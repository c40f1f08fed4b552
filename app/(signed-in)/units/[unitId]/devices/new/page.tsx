// Registration of a device in the unit (biomedical engineers with "devices.manage" there).
import Link from "next/link";
import { notFound } from "next/navigation";
import { guardPage } from "@/lib/auth/guard";
import { db } from "@/lib/db";
import { unitIdSchema } from "@/lib/units/unit-id.validation";
import { demoSimulatorPort } from "@/lib/devices/simulator-command";
import { RegisterDeviceForm } from "@/components/devices/registry/RegisterDeviceForm";
import { PageHeader } from "@/components/shell/PageHeader";

export const metadata = { title: "Register a device" };

export default async function RegisterDevicePage({ params }: { params: Promise<{ unitId: string }> }) {
  const unitId = unitIdSchema.safeParse((await params).unitId);
  if (!unitId.success) notFound();
  await guardPage("devices.manage", unitId.data);
  const unit = await db("units").where({ id: unitId.data }).first("id", "name");
  if (!unit) notFound();
  // The suggested stream address for a device the one-device simulator stands in for: the first port after the demo
  // simulator's that no registered device's address uses yet (the demo simulator itself serves only the devices it
  // loaded when npm start began).
  const used = new Set(
    (await db("devices").pluck("stream_url")).map((u: string) => {
      try {
        return Number(new URL(u).port);
      } catch {
        return null;
      }
    }),
  );
  let port = demoSimulatorPort() + 1;
  while (used.has(port)) port += 1;
  return (
    <div className="max-w-4xl space-y-5">
      <PageHeader
        eyebrow={<><Link href={`/units/${unit.id}/devices`}>Device registry</Link> · {unit.name}</>}
        title="Register a device"
        description={
          <p className="mt-1 text-muted">
            The device joins this unit&apos;s registry without a token. On its page you then issue its stream token and assign it to a bed.
          </p>
        }
      />
      <RegisterDeviceForm unitId={unit.id} simulatorPort={port} />
    </div>
  );
}
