describe("retention", () => {
  it("deletes the minute samples older than the beats' retention and keeps the rest (source: CORVANE_BEAT_RETENTION_DAYS, lib/compute/config.ts)", async () => {
    const unit = await addUnit("SHR");
    const d = await addDevice(unit, "R-1");
    const days = 30;
    const cutoff = NOW.getTime() - days * DAY;
    await db("device_health_minutes").insert([
      { device_id: d, minute: new Date(cutoff - MIN) },
      { device_id: d, minute: new Date(cutoff) },
      { device_id: d, minute: new Date(cutoff + MIN) },
    ]);
    const before = await db("device_health_minutes").whereNot({ device_id: d }).count<{ n: string }[]>({ n: "*" });
    expect(await deleteExpiredHealthMinutes(db, days, NOW)).toBe(1);
    const left = await db("device_health_minutes").where({ device_id: d }).orderBy("minute").pluck("minute");
    expect(left.map((m: Date) => m.getTime())).toEqual([cutoff, cutoff + MIN]);
    expect(await db("device_health_minutes").whereNot({ device_id: d }).count<{ n: string }[]>({ n: "*" })).toEqual(before);
    await expect(deleteExpiredHealthMinutes(db, 0, NOW)).rejects.toThrow(RangeError);
  });

  it("is run by the scheduled computation with the beats' retention setting", async () => {
    const d = (await db("devices").where({ serial: "R-1" }).first("id"))!.id;
    const now = new Date("2025-08-01T00:00:00Z");
    await db("device_health_minutes").insert([{ device_id: d, minute: new Date(now.getTime() - 31 * DAY) }, { device_id: d, minute: new Date(now.getTime() - 29 * DAY) }]);
    const run = await runCompute({ trigger: "test", db, now });
    expect(run.status).toBe("done");
    const left = await db("device_health_minutes").where({ device_id: d }).pluck("minute");
    // Default CORVANE_BEAT_RETENTION_DAYS is 30: everything before 2 July is gone.
    expect(left.map((m: Date) => m.toISOString())).toEqual([new Date(now.getTime() - 29 * DAY).toISOString()]);
  });
});
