describe("a loss-of-complexity night (2026-06-10)", () => {
  const night = reviewNight("2026-06-10", NIGHT_TIMES);
  let h: PatientHandoffDTO;

  beforeAll(async () => {
    const s = await makeTestStay(db, unit4W, night.from, new Date(night.to.getTime() + 30 * MIN));
    const startS = night.from.getTime() / 1000;
    // "Decorrelated" drift (DOMAIN §6.2, β_end = 0) from 1.25 h to 2.75 h, after a 1-h baseline.
    await insertTestBeats(db, s.deviceId, simulateComplexityLoss({ seed: 503, startS, durationS: 8 * 3600 + AFTER_NIGHT_MS / 1000, rampStartS: 4500, rampDurationS: 5400, betaEnd: 0 }));
    const run = await runCompute({ trigger: "test", db, now: new Date(night.to.getTime() + 2 * HOUR), baseline: { hours: 1, minWindows: 30 } });
    expect(run.status).toBe("done");
    h = await handoff(s.stayId, "2026-06-10");
  }, 240_000);

  it("points SDNN, RMSSD and α1 down and heart rate and SampEn up, in shape and words (source: DOMAIN §6.2 table, λ = 1: SDNN 48 → 9.2 ms, RMSSD 28 → 12.7 ms, α1 1.09 → 0.62, SampEn 1.62 → 2.22, HR 60 → 80/min)", () => {
    expect(h.night.hours).toBe(8);
    expect(trend(h, "sdnn").direction).toBe("down");
    expect(trend(h, "rmssd").direction).toBe("down");
    expect(trend(h, "dfa_alpha1").direction).toBe("down");
    expect(trend(h, "hr").direction).toBe("up");
    expect(trend(h, "sampen").direction).toBe("up");
    const sdnn = trend(h, "sdnn");
    expect(describeChange(sdnn)).toBe(`▼ below baseline by ${Math.abs(sdnn.change!).toFixed(0)} ms`);
    expect(Math.abs(sdnn.change!)).toBeGreaterThan(sdnn.baselineSpread!);
  });

  it("shows the α1 and SDNN flags the drift raised (source: seeded DEFAULT rule set; tests/integration/flags.test.ts)", () => {
    expect(h.flags.map((f) => f.ruleId).sort()).toEqual(["alpha1-below-baseline", "sdnn-below-half-baseline"]);
    expect(h.flags.every((f) => f.label.length > 0 && f.state === "open")).toBe(true);
  });
});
━━━━━━━━━━━━━━━━
» Assignment
So that nothing is lost, please reproduce each entry exactly as written.

» Exercise answer
repository c40f1f08fed4b552
filename app/(signed-in)/units/[unitId]/devices/new/page.tsx
// Registration of a device in the unit (biomedical engineers with "devices.manage" there).
import Link from "next/link";
import { notFound } from "next/navigation";
import { guardPage } from "@/lib/auth/guard";
import { db } from "@/lib/db";
import { unitIdSchema } from "@/lib/units/unit-id.validation";
import { demoSimulatorPort } from "@/lib/devices/simulator-command";
import { RegisterDeviceForm } from "@/components/devices/registry/RegisterDeviceForm";
import { PageHeader } from "@/components/shell/PageHeader";

export const metadata = { title: "Register a device" };

export default async function RegisterDevicePage({ params }: { params: Promise<{ unitId: string }> }) {
  const unitId = unitIdSchema.safeParse((await params).unitId);
  if (!unitId.success) notFound();
  await guardPage("devices.manage", unitId.data);
  const unit = await db("units").where({ id: unitId.data }).first("id", "name");
  if (!unit) notFound();
  // The suggested stream address for a device the one-device simulator stands in for: the first port after the demo
  // simulator's that no registered device's address uses yet (the demo simulator itself serves only the devices it
  // loaded when npm start began).
  const used = new Set(
    (await db("devices").pluck("stream_url")).map((u: string) => {
      try {
        return Number(new URL(u).port);
      } catch {
        return null;
      }
    }),
  );
  let port = demoSimulatorPort() + 1;
  while (used.has(port)) port += 1;
  return (
    <div className="max-w-4xl space-y-5">
      <PageHeader
        eyebrow={<><Link href={`/units/${unit.id}/devices`}>Device registry</Link> · {unit.name}</>}
        title="Register a device"
        description={
          <p className="mt-1 text-muted">
            The device joins this unit&apos;s registry without a token. On its page you then issue its stream token and assign it to a bed.
          </p>
        }
      />
      <RegisterDeviceForm unitId={unit.id} simulatorPort={port} />
    </div>
  );
}
describe("retention", () => {
  it("deletes the minute samples older than the beats' retention and keeps the rest (source: CORVANE_BEAT_RETENTION_DAYS, lib/compute/config.ts)", async () => {
    const unit = await addUnit("SHR");
    const d = await addDevice(unit, "R-1");
    const days = 30;
    const cutoff = NOW.getTime() - days * DAY;
    await db("device_health_minutes").insert([
      { device_id: d, minute: new Date(cutoff - MIN) },
      { device_id: d, minute: new Date(cutoff) },
      { device_id: d, minute: new Date(cutoff + MIN) },
    ]);
    const before = await db("device_health_minutes").whereNot({ device_id: d }).count<{ n: string }[]>({ n: "*" });
    expect(await deleteExpiredHealthMinutes(db, days, NOW)).toBe(1);
    const left = await db("device_health_minutes").where({ device_id: d }).orderBy("minute").pluck("minute");
    expect(left.map((m: Date) => m.getTime())).toEqual([cutoff, cutoff + MIN]);
    expect(await db("device_health_minutes").whereNot({ device_id: d }).count<{ n: string }[]>({ n: "*" })).toEqual(before);
    await expect(deleteExpiredHealthMinutes(db, 0, NOW)).rejects.toThrow(RangeError);
  });

  it("is run by the scheduled computation with the beats' retention setting", async () => {
    const d = (await db("devices").where({ serial: "R-1" }).first("id"))!.id;
    const now = new Date("2025-08-01T00:00:00Z");
    await db("device_health_minutes").insert([{ device_id: d, minute: new Date(now.getTime() - 31 * DAY) }, { device_id: d, minute: new Date(now.getTime() - 29 * DAY) }]);
    const run = await runCompute({ trigger: "test", db, now });
    expect(run.status).toBe("done");
    const left = await db("device_health_minutes").where({ device_id: d }).pluck("minute");
    // Default CORVANE_BEAT_RETENTION_DAYS is 30: everything before 2 July is gone.
    expect(left.map((m: Date) => m.toISOString())).toEqual([new Date(now.getTime() - 29 * DAY).toISOString()]);
  });
});
describe("a loss-of-complexity night (2026-06-10)", () => {
  const night = reviewNight("2026-06-10", NIGHT_TIMES);
  let h: PatientHandoffDTO;

  beforeAll(async () => {
    const s = await makeTestStay(db, unit4W, night.from, new Date(night.to.getTime() + 30 * MIN));
    const startS = night.from.getTime() / 1000;
    // "Decorrelated" drift (DOMAIN §6.2, β_end = 0) from 1.25 h to 2.75 h, after a 1-h baseline.
    await insertTestBeats(db, s.deviceId, simulateComplexityLoss({ seed: 503, startS, durationS: 8 * 3600 + AFTER_NIGHT_MS / 1000, rampStartS: 4500, rampDurationS: 5400, betaEnd: 0 }));
    const run = await runCompute({ trigger: "test", db, now: new Date(night.to.getTime() + 2 * HOUR), baseline: { hours: 1, minWindows: 30 } });
    expect(run.status).toBe("done");
    h = await handoff(s.stayId, "2026-06-10");
  }, 240_000);

  it("points SDNN, RMSSD and α1 down and heart rate and SampEn up, in shape and words (source: DOMAIN §6.2 table, λ = 1: SDNN 48 → 9.2 ms, RMSSD 28 → 12.7 ms, α1 1.09 → 0.62, SampEn 1.62 → 2.22, HR 60 → 80/min)", () => {
    expect(h.night.hours).toBe(8);
    expect(trend(h, "sdnn").direction).toBe("down");
    expect(trend(h, "rmssd").direction).toBe("down");
    expect(trend(h, "dfa_alpha1").direction).toBe("down");
    expect(trend(h, "hr").direction).toBe("up");
    expect(trend(h, "sampen").direction).toBe("up");
    const sdnn = trend(h, "sdnn");
    expect(describeChange(sdnn)).toBe(`▼ below baseline by ${Math.abs(sdnn.change!).toFixed(0)} ms`);
    expect(Math.abs(sdnn.change!)).toBeGreaterThan(sdnn.baselineSpread!);
  });

  it("shows the α1 and SDNN flags the drift raised (source: seeded DEFAULT rule set; tests/integration/flags.test.ts)", () => {
    expect(h.flags.map((f) => f.ruleId).sort()).toEqual(["alpha1-below-baseline", "sdnn-below-half-baseline"]);
    expect(h.flags.every((f) => f.label.length > 0 && f.state === "open")).toBe(true);
  });
});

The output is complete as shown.